_Exercise aim_
Restate word for word the entries below, starting with the line with "three hours or" and continuing through the line with "annotation: (p) =>". Include both of those lines and no others.

Stored data

• • • • • • •

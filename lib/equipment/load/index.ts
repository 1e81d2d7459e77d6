import { choice, defineKind, flag, number, text } from "../define";
import { groundPort, lines, withUnit } from "../shared";

export const load = defineKind({
  kind: "load", title: "Load", tagPrefix: "L", railGroup: "loads",
  properties: {
    description: text("Load", 60),
    use: choice("Kind of load", ["general", "motor", "air conditioning or refrigeration", "lighting", "receptacles", "heating"]),
    powerKW: number("Power", "kW", 0, 5000),
    horsepower: number("Motor power", "hp", 0.05, 500, { rated: true }),
    currentA: number("Current", "A", 0, 5000),
    continuous: flag("Runs three hours or more"),
    minimumCircuitA: number("Minimum circuit ampacity on the nameplate", "A", 0, 2000, { rated: true }),
    maximumOvercurrentA: number("Largest overcurrent device on the nameplate", "A", 0, 4000, { rated: true }),
    phaseV: number("Voltage", "V", 100, 600),
  },
  defaults: { use: "general" },
  capabilities: { load: "general" },
  symbol: (p) => (p.use === "motor" ? "motor" : "load"),
  box: { x: -1.6, y: -2.6, width: 3.2, height: 3.2 },
  ports: (p) => [
    p.use === "motor"
      ? { id: "line", label: "Line", system: "ac", side: "left", x: -2, y: 0, poles: p.phaseV === 120 ? ["L1", "N"] : ["L1", "L2", "N"] }
      : { id: "line", label: "Line", system: "ac", side: "bottom", x: 0, y: 0, poles: p.phaseV === 120 ? ["L1", "N"] : ["L1", "L2", "N"] },
    groundPort(0, 0.5),
  ],
  joins: () => [],
  annotation: (p) => lines(p.description?.toUpperCase() ?? null, p.powerKW === null ? withUnit(p.currentA, "A") : withUnit(p.powerKW, "kW")),
  scheduleFields: ["description", "use", "powerKW", "currentA", "continuous", "minimumCircuitA", "maximumOvercurrentA"],
});
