import type { ReactNode } from "react";
import { QueryProvider } from "@/components/ui/QueryProvider";
import { requirePerson } from "@/lib/server/auth/session";

export default async function CounterLayout({ children }: { children: ReactNode }) {
  await requirePerson("/counter");
  return <QueryProvider>{children}</QueryProvider>;
}
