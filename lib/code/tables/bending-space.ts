/**
 * Minimum wire-bending space at terminals and width of wiring gutters.
 * Source: NFPA 70-2023 Table 312.6(A); 2020 same in transcription; 2017 not compared.
 * Inches, for one to five wires a terminal; null = not specified. The compact aluminum column serves terminals only;
 * for gutters and wireways (376.23(A)) the other column is used.
 */
import type { ConductorSize } from "@/lib/units";
import type { TableInfo } from "../types";

export const BENDING_SPACE_INFO: TableInfo = {
  meaning: "bending-space",
  title: "Minimum wire-bending space at terminals",
  values: { "2017": "unconfirmed", "2020": "read", "2023": "read", "2026": "preview" },
};

export interface BendingSpaceRow {
  readonly from: ConductorSize;
  readonly to: ConductorSize;
  /** Compact-stranded AA-8000 aluminum of this row, smallest and largest, or null. */
  readonly compactAluminum: readonly [ConductorSize, ConductorSize] | null;
  readonly spaceIn: readonly [number | null, number | null, number | null, number | null, number | null];
}

export const BENDING_SPACE_ROWS: readonly BendingSpaceRow[] = [
  { from: "14 AWG", to: "10 AWG", compactAluminum: ["12 AWG", "8 AWG"], spaceIn: [null, null, null, null, null] },
  { from: "8 AWG", to: "6 AWG", compactAluminum: ["6 AWG", "4 AWG"], spaceIn: [1.5, null, null, null, null] },
  { from: "4 AWG", to: "3 AWG", compactAluminum: ["2 AWG", "1 AWG"], spaceIn: [2, null, null, null, null] },
  { from: "2 AWG", to: "2 AWG", compactAluminum: ["1/0 AWG", "1/0 AWG"], spaceIn: [2.5, null, null, null, null] },
  { from: "1 AWG", to: "1 AWG", compactAluminum: ["2/0 AWG", "2/0 AWG"], spaceIn: [3, null, null, null, null] },
  { from: "1/0 AWG", to: "2/0 AWG", compactAluminum: ["3/0 AWG", "4/0 AWG"], spaceIn: [3.5, 5, 7, null, null] },
  { from: "3/0 AWG", to: "4/0 AWG", compactAluminum: ["250 kcmil", "300 kcmil"], spaceIn: [4, 6, 8, null, null] },
  { from: "250 kcmil", to: "250 kcmil", compactAluminum: ["350 kcmil", "350 kcmil"], spaceIn: [4.5, 6, 8, 10, null] },
  { from: "300 kcmil", to: "350 kcmil", compactAluminum: ["400 kcmil", "500 kcmil"], spaceIn: [5, 8, 10, 12, null] },
  { from: "400 kcmil", to: "500 kcmil", compactAluminum: ["600 kcmil", "750 kcmil"], spaceIn: [6, 8, 10, 12, 14] },
  { from: "600 kcmil", to: "700 kcmil", compactAluminum: ["800 kcmil", "1000 kcmil"], spaceIn: [8, 10, 12, 14, 16] },
  { from: "750 kcmil", to: "900 kcmil", compactAluminum: null, spaceIn: [8, 12, 14, 16, 18] },
  { from: "1000 kcmil", to: "1250 kcmil", compactAluminum: null, spaceIn: [10, null, null, null, null] },
  { from: "1500 kcmil", to: "2000 kcmil", compactAluminum: null, spaceIn: [12, null, null, null, null] },
];
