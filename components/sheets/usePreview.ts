"use client";

import { useEffect, useState } from "react";
import { buildGraph } from "@/lib/diagram/graph";
import type { Drawing } from "@/lib/diagram/schema";
import { startChecker } from "@/lib/client/checker";
import { sheetSet } from "@/lib/sheets/set";
import type { SheetPage } from "@/lib/sheets/context";
import { stateSpace } from "@/lib/states";

export interface Preview { pages: SheetPage[] | null; error: string | null }

/** Sheets of the drawing as it is now, with the check's line on them. They are drafts: no seal, no revision. */
export function usePreview(drawing: Drawing | undefined): Preview {
  const [preview, setPreview] = useState<Preview>({ pages: null, error: null });
  useEffect(() => {
    if (!drawing) return undefined;
    const checker = startChecker((check, checked) => {
      try {
        const graph = buildGraph(checked);
        const pages = sheetSet({ drawing: checked, graph, states: stateSpace(graph), check, digest: check.digest, revisions: [], seal: null, sealPlace: "DRAFT" });
        setPreview({ pages, error: null });
      } catch {
        setPreview({ pages: null, error: "The sheets of this drawing could not be laid out." });
      }
    }, (reason) => setPreview({ pages: null, error: `The checker stopped: ${reason}` }));
    checker.request(drawing);
    return checker.stop;
  }, [drawing]);
  return preview;
}
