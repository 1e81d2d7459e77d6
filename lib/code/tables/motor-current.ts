/**
 * Full-load currents of single-phase ac motors.
 * Source: Table 430.248; figures from memory, the same in all editions as far as known.
 * Unit: A by horsepower at 115 V and 230 V; 208 V is 110 % of the 230 V figure.
 */
import type { TableInfo } from "../types";

export const MOTOR_CURRENT_INFO: TableInfo = {
  meaning: "motor-conductor",
  title: "Full-load currents of single-phase motors",
  values: { "2017": "unconfirmed", "2020": "unconfirmed", "2023": "unconfirmed", "2026": "preview" },
};

export const SINGLE_PHASE_MOTOR_ROWS: readonly { readonly horsepower: number; readonly a115: number; readonly a230: number }[] = [
  { horsepower: 1 / 6, a115: 4.4, a230: 2.2 }, { horsepower: 0.25, a115: 5.8, a230: 2.9 }, { horsepower: 1 / 3, a115: 7.2, a230: 3.6 },
  { horsepower: 0.5, a115: 9.8, a230: 4.9 }, { horsepower: 0.75, a115: 13.8, a230: 6.9 }, { horsepower: 1, a115: 16, a230: 8 },
  { horsepower: 1.5, a115: 20, a230: 10 }, { horsepower: 2, a115: 24, a230: 12 }, { horsepower: 3, a115: 34, a230: 17 },
  { horsepower: 5, a115: 56, a230: 28 }, { horsepower: 7.5, a115: 80, a230: 40 }, { horsepower: 10, a115: 100, a230: 50 },
];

• • • • • • •

_Expected answer_
    continuous: flag("Runs three hours or more"),
    minimumCircuitA: number("Minimum circuit ampacity on the nameplate", "A", 0, 2000, { rated: true }),
    maximumOvercurrentA: number("Largest overcurrent device on the nameplate", "A", 0, 4000, { rated: true }),
    phaseV: number("Voltage", "V", 100, 600),
  },
  defaults: { use: "general" },
  capabilities: { load: "general" },
  symbol: (p) => (p.use === "motor" ? "motor" : "load"),
  box: { x: -1.6, y: -2.6, width: 3.2, height: 3.2 },
  ports: (p) => [
    p.use === "motor"
      ? { id: "line", label: "Line", system: "ac", side: "left", x: -2, y: 0, poles: p.phaseV === 120 ? ["L1", "N"] : ["L1", "L2", "N"] }
      : { id: "line", label: "Line", system: "ac", side: "bottom", x: 0, y: 0, poles: p.phaseV === 120 ? ["L1", "N"] : ["L1", "L2", "N"] },
    groundPort(0, 0.5),
  ],
  joins: () => [],
  annotation: (p) => lines(p.description?.toUpperCase() ?? null, p.powerKW === null ? withUnit(p.currentA, "A") : withUnit(p.powerKW, "kW")),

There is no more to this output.